There is little question that data lies at the heart of ESG strategies and capability in this area can only be of benefit. The challenge is the breadth of expertise required to develop and implement a holistic company-wide programme. Different industries are going to have different priorities and concerns, and effective ESG and sustainability is even more complex for investors.

ESG strategy not always a top priority

As John Willis, director of research at financial think-tank Planet Tracker points out, “For investors, the difficulty stems from aligning an ESG strategy with the strategy of the portfolio manager. It’s important to remember that each portfolio manager is rewarded based on their performance, so this will always be their top priority.

There will be clear differences between how a portfolio manager engages with sustainability issues on an ESG fund than with an income fund. Right now, there is increasing pressure for directors to take into consideration all of their stakeholders, like customers, suppliers and communities – not just their shareholders.” What this reminds us is how important it is to align KPIs and remuneration with the ESG goals of the business.

In many cases, sustainability managers are tasked with implementing and incorporating ESG strategies into other departments across a business. However, Mauro Cozzi, CEO and co-founder of Emitwise, believes that ESG implementation should be driven by functional areas – that such a shift will embed ESG within the business in a way that is reflected in daily activities.

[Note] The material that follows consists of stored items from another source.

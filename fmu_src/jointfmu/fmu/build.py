"""FMU packaging: ``jointfmu build``, ``info`` and ``simulate``.

:func:`build_fmu` makes an FMI 2.0 co-simulation FMU of a parameter set with pythonfmu and then
completes its ``modelDescription.xml`` (units, descriptions, ModelStructure, DefaultExperiment,
the parameter-set identity), all from :func:`.variables.variable_table`.

Names.  pythonfmu imports the slave module by the name in ``resources/slavemodule.txt`` and
Python caches modules by name, so two FMUs loaded into one process with the same module name
would both run whichever was imported first.  Every build therefore gets its own model
identifier, module and class name ``Jfmu_<name>_<hash12>`` and carries the jointfmu package
under its own name ``jfmu_core_<hash12>`` (all imports inside the package are relative), with
``hash12`` from the parameter set's content hash and the bundled source.

Resources of a built FMU::

    resources/Jfmu_<name>_<hash12>.py    generated entry module (subclass of slave.JointSlave)
    resources/jfmu_core_<hash12>/        the jointfmu package under its unique name
    resources/parameters.toml            the parameter set (its content hash in the header)
    resources/jointfmu_build.json        identity: set id, content hash, versions
    resources/requirements.txt           what the host's Python needs
    resources/pythonfmu/                 pythonfmu's own runtime (added by pythonfmu)

Binary.  By default (``binary="auto"``) the FMU carries jointfmu's own FMI 2.0 binary, the
C file ``native/fmi2_shell.c`` compiled at build time with ``$CC`` (or ``cc``) against this
Python's headers: it answers fmi2SetReal of inputs and fmi2GetReal of outputs from the
simulator's buffers without calling Python, and forwards every other call to the slave as
pythonfmu's binary does.  Where it cannot be compiled (no compiler, no Python headers, not
Linux or macOS, a compile error) the FMU keeps pythonfmu's binary and the build info records
why; ``binary="native"`` makes that a :class:`BuildError`, ``binary="pythonfmu"`` always keeps
pythonfmu's binary.  The environment variable ``JOINTFMU_FMU_BINARY`` sets the default.

Every file is written atomically (temp file in the target folder, then ``os.replace``): a failed
build leaves nothing behind.
"""
from __future__ import annotations

import csv
import hashlib
import json
import math
import os
import re
import platform
import shlex
import shutil
import subprocess
import sys
import sysconfig
import tempfile
import zipfile
from dataclasses import dataclass, field
from functools import lru_cache
from pathlib import Path
from typing import Iterable, Mapping, Sequence
from xml.etree import ElementTree as ET

from ..fileio import atomic_write, publish
from ..errors import BuildError, InputError, JointFmuError, ParameterError, Problem, did_you_mean
from ..params import (MODE_VALUE_NAMES, ParameterSet, check_mode_values,
                     load_parameter_set)
from .slave import BUILD_INFO_FILE, PARAMETER_FILE
from .variables import PARAMETER_FIELDS, UNITS, variable_table

__all__ = [
    "BuildResult",
    "build_fmu",
    "fmu_names",
    "default_output_path",
    "read_fmu_info",
    "format_fmu_info",
    "run_fmu",
    "read_input_csv",
    "write_csv_atomic",
    "parameter_values_ssv",
    "write_ssv",
    "read_parameter_values",
    "with_parameter_values",
    "HOST_REQUIREMENTS",
    "HOST_OPTIONAL",
]

#: Python packages the host needs besides its interpreter (written to requirements.txt).
HOST_REQUIREMENTS = ("numpy>=1.24", "scipy>=1.10")
#: Optional: the core's compiled fast path; without it the core runs its plain-Python kernel.
HOST_OPTIONAL = ("numba>=0.58",)

_PACKAGE_DIR = Path(__file__).resolve().parent
#: jointfmu's own FMI 2.0 binary (C source), compiled into each FMU when possible.
SHELL_SOURCE = _PACKAGE_DIR / "native" / "fmi2_shell.c"
#: Allowed values of build_fmu(binary=...) (and of JOINTFMU_FMU_BINARY).
BINARY_CHOICES = ("auto", "native", "pythonfmu")
BINARY_ENV = "JOINTFMU_FMU_BINARY"


@dataclass(frozen=True)
class BuildResult:
    """What :func:`build_fmu` made.

    Attributes
    ----------
    path : Path
        The FMU file.
    model_identifier : str
        ``Jfmu_<name>_<hash12>``: model identifier, module and class name.
    core_package : str
        ``jfmu_core_<hash12>``: name of the bundled jointfmu package.
    set_id : str
        ``"<name>@<build>"`` of the parameter set.
    content_hash : str
        SHA-256 of the parameter set (:meth:`ParameterSet.content_hash`).
    binary : dict
        The FMU's binary as the build info records it: ``kind`` (``"native"`` or
        ``"pythonfmu"``), ``platform``, ``description`` and, for pythonfmu's, ``reason``.
    """

    path: Path
    model_identifier: str
    core_package: str
    set_id: str
    content_hash: str
    binary: dict = field(default_factory=dict)


# ---------------------------------------------------------------------------------- names
#: What an FMU carries of jointfmu, relative to the package folder: the parameters, the physics and
#: the slave with its variable table; nothing of the host side (build, command line, analysis,
#: co-simulation, reports).  A fixed list, not an import closure, so that a host-side import added
#: to a bundled module fails the build (:func:`_check_bundle`) instead of dragging the host in.
BUNDLE = ("__init__.py", "errors.py", "fileio.py", "params", "physics", "fmu/__init__.py",
          "fmu/slave.py", "fmu/variables.py")


def _core_files() -> list[Path]:
    """The package files an FMU carries (:data:`BUNDLE`), sorted."""
    out = []
    for item in BUNDLE:
        path = _PACKAGE_DIR / item
        out.extend(sorted(path.glob("*.py")) if path.is_dir() else [path])
    return sorted(out)


def _check_bundle(files: list[Path]) -> None:
    """Every package-relative import of a bundled module resolves inside the bundle."""
    import ast

    have = {p.relative_to(_PACKAGE_DIR).with_suffix("").as_posix() for p in files}
    have |= {h.rpartition("/")[0] for h in have if h.endswith("/__init__")}
    for p in files:
        rel = p.relative_to(_PACKAGE_DIR).with_suffix("").as_posix().split("/")
        pkg = rel[:-1]
        for node in ast.walk(ast.parse(p.read_text(encoding="utf-8"), str(p))):
            if not (isinstance(node, ast.ImportFrom) and node.level):
                continue
            base = pkg[:len(pkg) - (node.level - 1)] if node.level > 1 else pkg
            mod = base + (node.module.split(".") if node.module else [])
            targets = (["/".join(mod + [a.name]) for a in node.names] if not node.module
                       else ["/".join(mod)])
            for tgt in targets:
                tgt = tgt or "__init__"
                if tgt not in have and tgt + "/__init__" not in have and "/".join(mod) not in have:
                    raise BuildError(f"{p.relative_to(_PACKAGE_DIR)} imports {tgt.replace('/', '.')}, "
                                     "which an FMU does not carry (fmu.build.BUNDLE)")


def _source_hash() -> str:
    """SHA-256 over what decides an FMU's code: bundled modules, entry template, pythonfmu."""
    h = hashlib.sha256(_ENTRY_TEMPLATE.encode() + b"\0" + _pythonfmu_version().encode())
    for p in _core_files():
        h.update(p.relative_to(_PACKAGE_DIR).as_posix().encode() + b"\0" + p.read_bytes() + b"\0")
    if SHELL_SOURCE.is_file():
        h.update(SHELL_SOURCE.name.encode() + b"\0" + SHELL_SOURCE.read_bytes() + b"\0")
    return h.hexdigest()


def fmu_names(params: ParameterSet) -> tuple[str, str, str]:
    """Model identifier, core package name and hash12 of a build.

    ``hash12`` is the first 12 hex digits of SHA-256 over the parameter set's content hash and
    the bundled jointfmu source, so a new parameter set or a new jointfmu version gives new names.

    Returns
    -------
    (str, str, str)
        ``("Jfmu_<name>_<hash12>", "jfmu_core_<hash12>", hash12)``.
    """
    h = hashlib.sha256((params.content_hash() + ":" + _source_hash()).encode()).hexdigest()[:12]
    return f"Jfmu_{params.name}_{h}", f"jfmu_core_{h}", h


def _slug(text: str) -> str:
    s = re.sub(r"[^A-Za-z0-9]+", "-", text).strip("-").lower()
    return s or "build"


def default_output_path(params: ParameterSet, cwd: Path | None = None) -> Path:
    """``build/<name>_<build-slug>.fmu`` in the repository's ``build/`` when ``cwd`` is inside
    the jointfmu repository, else in ``./build/``."""
    cwd = Path.cwd() if cwd is None else Path(cwd)
    folder = cwd / "build"
    for d in (cwd, *cwd.parents):
        pp = d / "pyproject.toml"
        try:
            if pp.is_file() and re.search(r'^name\s*=\s*"jointfmu"', pp.read_text(), re.M):
                folder = d / "build"
                break
        except OSError:
            continue
    return folder / f"{params.name}_{_slug(params.build)}.fmu"


# ------------------------------------------------------------------------- the native binary
def _binary_choice(binary: str | None) -> str:
    """``binary`` checked, or the default: ``$JOINTFMU_FMU_BINARY``, else ``"auto"``."""
    source = "binary"
    if binary is None:
        binary, source = os.environ.get(BINARY_ENV) or "auto", f"${BINARY_ENV}"
    if binary not in BINARY_CHOICES:
        raise BuildError(f"{source} = {binary!r} is not a binary choice: allowed are "
                         + ", ".join(repr(c) for c in BINARY_CHOICES))
    return binary


def _platform_folder() -> str | None:
    """The FMI 2.0 binaries folder of this machine (sec. 2.3) where the shell can be built."""
    system = platform.system()
    if sys.maxsize <= 2 ** 32 or system not in ("Linux", "Darwin"):
        return None
    return {"Linux": "linux64", "Darwin": "darwin64"}[system]


def _compile_shell(folder: Path, ident: str) -> tuple[Path | None, str]:
    """Compile :data:`SHELL_SOURCE` into ``folder/<ident>.<ext>``.

    Returns (the library, "") or (None, why it could not be compiled).  The library links no
    libpython: the Python C API comes from the host process, as with pythonfmu's binary.
    """
    plat = _platform_folder()
    if plat is None:
        return None, (f"the native binary is built on 64-bit Linux and macOS only (this is "
                      f"{platform.system()} {platform.machine()})")
    if not SHELL_SOURCE.is_file():
        return None, f"its source {SHELL_SOURCE} is missing"
    include = sysconfig.get_paths().get("include")
    if not include or not (Path(include) / "Python.h").is_file():
        return None, f"no Python headers (Python.h) in {include!r}"
    cc = shlex.split(os.environ.get("CC") or "cc")
    if not cc or shutil.which(cc[0]) is None:
        return None, (f"no C compiler: {cc[0] if cc else '$CC'!r} not found (set $CC or "
                      "install cc)")
    ext = "dylib" if plat == "darwin64" else "so"
    out = folder / f"{ident}.{ext}"
    cmd = cc + ["-shared", "-fPIC", "-O2", "-fvisibility=hidden", f"-I{include}", "-o", str(out),
                str(SHELL_SOURCE)]
    if plat == "darwin64":
        cmd[-2:-2] = ["-undefined", "dynamic_lookup"]
    try:
        proc = subprocess.run(cmd, capture_output=True, text=True, timeout=300)
    except (OSError, subprocess.SubprocessError) as exc:
        return None, f"{' '.join(cmd[:1])} failed to run: {exc}"
    if proc.returncode != 0 or not out.is_file():
        tail = (proc.stderr or proc.stdout).strip().splitlines()[-5:]
        return None, (f"compiling {SHELL_SOURCE.name} with {' '.join(cc)} failed (exit "
                      f"{proc.returncode}): " + " | ".join(tail))
    return out, ""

He says: “As an example, a sustainability manager shouldn’t be fighting alone to reduce a facility’s carbon footprint. The facility manager should have a personal target to reduce the facility’s carbon footprint, while finance and procurement support with processes and policies, and the sustainability manager provides appropriate tools; it’s a shared mission.”

ESG corporate governance not limited to the company itself

Antoine Halff, co-founder of satellite data company Kayrros, which is working with the European Space Agency, agrees but points out that responsibility for ESG also lies beyond the borders of the company too.

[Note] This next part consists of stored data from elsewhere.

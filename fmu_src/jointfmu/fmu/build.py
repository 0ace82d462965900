"""``jointfmu build``: the FMI 2.0 co-simulation FMU of a parameter set.

:func:`build_fmu` makes an FMI 2.0 co-simulation FMU of a parameter set with pythonfmu and then
completes its ``modelDescription.xml`` (units, descriptions, ModelStructure, DefaultExperiment,
the parameter-set identity), all from :func:`.variables.variable_table`.

Names.  pythonfmu imports the slave module by the name in ``resources/slavemodule.txt`` and
Python caches modules by name, so two FMUs loaded into one process with the same module name
would both run whichever was imported first.  Every build therefore gets its own model
identifier, module and class name ``Jfmu_<name>_<hash12>`` and carries the jointfmu package
under its own name ``jfmu_core_<hash12>`` (all imports inside the package are relative), with
``hash12`` from the parameter set's content hash and the bundled source.

Resources of a built FMU::

    resources/Jfmu_<name>_<hash12>.py    generated entry module (subclass of slave.JointSlave)
    resources/jfmu_core_<hash12>/        the jointfmu package under its unique name
    resources/parameters.toml            the parameter set (its content hash in the header)
    resources/jointfmu_build.json        identity: set id, content hash, versions
    resources/requirements.txt           what the host's Python needs
    resources/pythonfmu/                 pythonfmu's own runtime (added by pythonfmu)

Binary.  By default (``binary="auto"``) the FMU carries jointfmu's own FMI 2.0 binary, the
C file ``native/fmi2_shell.c`` compiled at build time with ``$CC`` (or ``cc``) against this
Python's headers: it answers fmi2SetReal of inputs and fmi2GetReal of outputs from the
simulator's buffers without calling Python, and forwards every other call to the slave as
pythonfmu's binary does.  Where it cannot be compiled (no compiler, no Python headers, not
Linux or macOS, a compile error) the FMU keeps pythonfmu's binary and the build info records
why; ``binary="native"`` makes that a :class:`BuildError`, ``binary="pythonfmu"`` always keeps
pythonfmu's binary.  The environment variable ``JOINTFMU_FMU_BINARY`` sets the default.

Every file is written atomically (temp file in the target folder, then ``os.replace``): a failed
build leaves nothing behind.
"""
from __future__ import annotations

import json
import math
import os
import re
import shutil
import sys
import tempfile
import zipfile
from dataclasses import dataclass, field
from pathlib import Path
from xml.etree import ElementTree as ET

from ..fileio import check_output_path, publish
from ..errors import BuildError, JointFmuError
from ..params import (ParameterSet, load_parameter_set)
from .slave import BUILD_INFO_FILE, PARAMETER_FILE
from .variables import DEPENDENCY_KIND, UNITS, variable_table

from .bundle import (ENTRY_TEMPLATE, HOST_OPTIONAL, HOST_REQUIREMENTS, PACKAGE_DIR, check_bundle,
                     core_files, fmu_names, jointfmu_version, pythonfmu_version)
from .native import binary_choice, compile_shell, platform_folder, replace_binary

__all__ = [
    "BuildResult",
    "build_fmu",
    "default_output_path",
    "format_real",
]

@dataclass(frozen=True)
class BuildResult:
    """What :func:`build_fmu` made.

    Attributes
    ----------
    path : Path
        The FMU file.
    model_identifier : str
        ``Jfmu_<name>_<hash12>``: model identifier, module and class name.
    core_package : str
        ``jfmu_core_<hash12>``: name of the bundled jointfmu package.
    set_id : str
        ``"<name>@<build>"`` of the parameter set.
    content_hash : str
        SHA-256 of the parameter set (:meth:`ParameterSet.content_hash`).
    binary : dict
        The FMU's binary as the build info records it: ``kind`` (``"native"`` or
        ``"pythonfmu"``), ``platform``, ``description`` and, for pythonfmu's, ``reason``.
    """

    path: Path
    model_identifier: str
    core_package: str
    set_id: str
    content_hash: str
    binary: dict = field(default_factory=dict)


def _slug(text: str) -> str:
    s = re.sub(r"[^A-Za-z0-9]+", "-", text).strip("-").lower()
    return s or "build"


def default_output_path(params: ParameterSet, cwd: Path | None = None) -> Path:
    """``build/<name>_<build-slug>.fmu`` in the repository's ``build/`` when ``cwd`` is inside
    the jointfmu repository, else in ``./build/``."""
    cwd = Path.cwd() if cwd is None else Path(cwd)
    folder = cwd / "build"
    for d in (cwd, *cwd.parents):
        pp = d / "pyproject.toml"
        try:
            if pp.is_file() and re.search(r'^name\s*=\s*"jointfmu"', pp.read_text(), re.M):
                folder = d / "build"
                break
        except OSError:
            continue
    return folder / f"{params.name}_{_slug(params.build)}.fmu"


def build_fmu(params_path: str | os.PathLike, output: str | os.PathLike | None = None,
              *, cwd: Path | None = None, binary: str | None = None) -> BuildResult:
    """Build the FMI 2.0 co-simulation FMU of a parameter file.

    Parameters
    ----------
    params_path : path-like
        A ``jointfmu-params/1`` TOML file.
    output : path-like, optional
        The ``.fmu`` to write; default :func:`default_output_path`.  Replaced atomically.
    cwd : Path, optional
        Folder that decides the default output (default the current folder).
    binary : {"auto", "native", "pythonfmu"}, optional
        The FMU's binary: jointfmu's native shell where it can be compiled, else pythonfmu's
        (``"auto"``); the native shell or a :class:`BuildError` (``"native"``); pythonfmu's
        (``"pythonfmu"``).  Default ``$JOINTFMU_FMU_BINARY``, else ``"auto"``.

    Returns
    -------
    BuildResult

    Raises
    ------
    ParameterError
        The parameter file is invalid (nothing written).
    BuildError
        Packaging failed, ``binary`` is not allowed, or ``binary="native"`` and the shell
        cannot be compiled (nothing written, an existing ``output`` untouched).
    """
    choice = binary_choice(binary)
    params = load_parameter_set(params_path)
    out = Path(output) if output is not None else default_output_path(params, cwd)
    if out.suffix.lower() != ".fmu":
        raise BuildError(f"output {str(out)!r} must end in '.fmu'")
    check_output_path(out, "file", "output FMU")
    ident, core, _ = fmu_names(params)
    try:
        from pythonfmu.builder import FmuBuilder
    except ImportError as exc:  # pragma: no cover - pythonfmu is a dependency
        raise BuildError(f"building an FMU needs pythonfmu: {exc}") from exc
    if not FmuBuilder.has_binary():
        raise BuildError("pythonfmu ships no FMU binary for this platform")

    out.parent.mkdir(parents=True, exist_ok=True)
    staging = Path(tempfile.mkdtemp(prefix="jointfmu_build_"))
    tmp_fmu = None
    path_added = str(staging / "src")
    modules_before = set(sys.modules)
    try:
        src = staging / "src"
        src.mkdir()
        core_dir = src / core
        core_dir.mkdir()
        files = core_files()
        check_bundle(files)
        for f in files:
            dest = core_dir / f.relative_to(PACKAGE_DIR)
            dest.parent.mkdir(parents=True, exist_ok=True)
            shutil.copy2(f, dest)
        native, why = None, "pythonfmu's binary was asked for (binary='pythonfmu')"
        if choice != "pythonfmu":
            cdir = staging / "native"
            cdir.mkdir()
            native, why = compile_shell(cdir, ident)
            if native is None and choice == "native":
                raise BuildError(f"the native FMU binary cannot be built: {why}; build with "
                                 "binary='auto' or 'pythonfmu' to keep pythonfmu's binary")
        (src / PARAMETER_FILE).write_text(params.to_toml(), encoding="utf-8")
        info = _build_info(params, ident, core, native, why)
        (src / BUILD_INFO_FILE).write_text(json.dumps(info, indent=2) + "\n", encoding="utf-8")
        (src / "requirements.txt").write_text(
            "# Python packages the FMU's host interpreter needs (pip install -r requirements.txt)\n"
            + "".join(r + "\n" for r in HOST_REQUIREMENTS)
            + "# optional, the compiled fast path (much faster steps):\n"
            + "".join(f"# {r}\n" for r in HOST_OPTIONAL), encoding="utf-8")
        script = src / f"{ident}.py"
        script.write_text(ENTRY_TEMPLATE.format(
            version=jointfmu_version(), set_id=params.set_id, content_hash=params.content_hash(),
            ident=ident, core=core), encoding="utf-8")

        raw = staging / f"{ident}.fmu"
        FmuBuilder.build_FMU(
            script, dest=raw,
            project_files=[core_dir, src / PARAMETER_FILE, src / BUILD_INFO_FILE,
                           src / "requirements.txt"],
            canGetAndSetFMUstate=True, canSerializeFMUstate=True,
            canHandleVariableCommunicationStepSize=True, canInterpolateInputs=False,
            canBeInstantiatedOnlyOncePerProcess=False, needsExecutionTool=True)
        fd, tmp_name = tempfile.mkstemp(prefix=f".{out.name}.", suffix=".part", dir=out.parent)
        os.close(fd)
        tmp_fmu = Path(tmp_name)
        _complete_fmu(raw, tmp_fmu, params, ident, core, native)
        publish(tmp_fmu, out)
        tmp_fmu = None
    except JointFmuError:
        raise
    except Exception as exc:
        raise BuildError(f"building the FMU of {params.set_id!r} into {str(out)!r} failed: "
                         f"{type(exc).__name__}: {exc}") from exc
    finally:
        if tmp_fmu is not None:
            tmp_fmu.unlink(missing_ok=True)
        shutil.rmtree(staging, ignore_errors=True)
        # pythonfmu imported the entry module (and so the core) from the staging folder and left
        # that folder on sys.path: forget both, so that loading the built FMU in this process
        # imports it from the FMU's own resources.
        while path_added in sys.path:
            sys.path.remove(path_added)
        for name in set(sys.modules) - modules_before:
            if name == ident or name == core or name.startswith(core + "."):
                del sys.modules[name]
    return BuildResult(out, ident, core, params.set_id, params.content_hash(), info["binary"])


def _build_info(params: ParameterSet, ident: str, core: str, native: Path | None = None,
                why: str = "") -> dict:
    plat = platform_folder()
    if native is not None:
        binary = {"kind": "native", "platform": plat, "do_step": "compiled",
                  "description": "jointfmu's native FMI 2.0 shell (native/fmi2_shell.c): get/set "
                                 "of inputs and outputs without Python, and doStep in the "
                                 "compiled joint kernel where the host's Python has Numba; "
                                 "pythonfmu's binary on other platforms"}
    else:
        binary = {"kind": "pythonfmu", "platform": plat, "do_step": "python",
                  "description": "pythonfmu's binary on every platform", "reason": why}
    return {
        "set_id": params.set_id,
        "name": params.name,
        "build": params.build,
        "content_hash": params.content_hash(),
        "model_identifier": ident,
        "core_package": core,
        "jointfmu_version": jointfmu_version(),
        "pythonfmu_version": pythonfmu_version(),
        "host_requirements": list(HOST_REQUIREMENTS),
        "host_optional": list(HOST_OPTIONAL),
        "built_with_python": sys.version.split()[0],
        "binary": binary,
    }


def format_real(x: float) -> str:
    # repr round-trips every double exactly (pythonfmu writes %.16g, which does not always)
    return repr(float(x))


def _default_experiment(params: ParameterSet) -> tuple[float, float]:
    """(stopTime, stepSize): about 20 periods of the lowest mode, and a step of about a tenth of
    the highest mode's period rounded down to 1, 2 or 5 times a power of ten."""
    f = [m.f0 for m in params.modes]
    stop = 20.0 / min(f)
    step = 0.1 / max(f)

    def nice(x: float, up: bool) -> float:
        e = math.floor(math.log10(x))
        for m in ((1, 2, 5, 10) if up else (10, 5, 2, 1)):
            v = m * 10.0 ** e
            if (up and v >= x) or (not up and v <= x):
                return float(f"{v:.6g}")
        return x
    return nice(stop, True), nice(step, False)


def _complete_fmu(raw: Path, dest: Path, params: ParameterSet, ident: str, core: str,
                  native: Path | None = None) -> None:
    """Copy the pythonfmu archive ``raw`` to ``dest`` with a completed modelDescription.xml
    (and the native binary ``native`` in place of pythonfmu's for this platform)."""
    with zipfile.ZipFile(raw) as zin:
        xml = zin.read("modelDescription.xml")
        root = _complete_model_description(ET.fromstring(xml), params, ident, core)
        ET.indent(root)
        text = ET.tostring(root, encoding="UTF-8", xml_declaration=True)
        with zipfile.ZipFile(dest, "w", compression=zipfile.ZIP_DEFLATED) as zout:
            zout.writestr("modelDescription.xml", text)
            for item in zin.infolist():
                if item.filename == "modelDescription.xml" or "__pycache__" in item.filename:
                    continue
                zout.writestr(item, replace_binary(zin, item, native),
                              compress_type=zipfile.ZIP_DEFLATED)
            if native is not None:    # a platform pythonfmu ships no binary for (macOS)
                target = f"binaries/{platform_folder()}/{native.name}"
                if target not in zin.namelist():
                    zout.write(native, target, compress_type=zipfile.ZIP_DEFLATED)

He says: “Ultimately, it’s not just the company itself, every aspect of it, that’s responsible for ESG implementation; it’s also investors, regulators, NGOs, local communities, academe, civil society, the public at large.

We are entering an age of transparency where companies operate in a glasshouse and everyone is empowered to hold them accountable for their ESG performance. In that sense everyone is sharing the responsibility of ESG implementation.”

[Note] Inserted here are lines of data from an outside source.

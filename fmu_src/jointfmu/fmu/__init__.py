"""The FMI 2.0 co-simulation FMU: the variable table (:mod:`.variables`), the slave
(:mod:`.slave`), the native binary's source (``native/``) and the host-side tools that build,
describe and run FMUs.

Only :mod:`.variables` and :mod:`.slave` travel inside an FMU; keep this file free of imports so
that the bundled copy of the package stays small.
"""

That means that companies must pay attention to the changing environment in which they operate and the impact they have outside their boundaries. At the very least, according to Hanno Ronte, partner, Monitor Deloitte UK, it means that “different industries are going to have to work together to agree new sets of responsibilities, measurements and reporting stands, and a clearer definition of the role of ESG in business.”

Connection on ESG is key

Given the wide range of issues, topics, expertise required to be successful in implementing ESG strategies, it’s important to think about the ownership of problems and accountability for their solutions.

Connections have got to be made across silos and communication between departments must be clear. It’s critical that teams understand their responsibilities and are accountable for them both internally and externally. For an organisation to achieve its goals and ESG corporate governance to be effective there must be connection across the business.

For decades, organisations have allocated funds to change management – now they need to implement strategic change with purpose, and at the heart of successful implementation is a top-down overarching ESG strategy that drives every element of the business towards the same goals.

At its best, ESG is an ambitious, long-term process of self-transformation that calls for robust multi-stage planning cutting across the entire organisation. Effective ESG implementation is about understanding where you are, where you want to be, how long you’ve got to get there, and who is responsible for the journey and the goal. To be successful, as Halff puts it, “You must know where the road goes and where it starts.”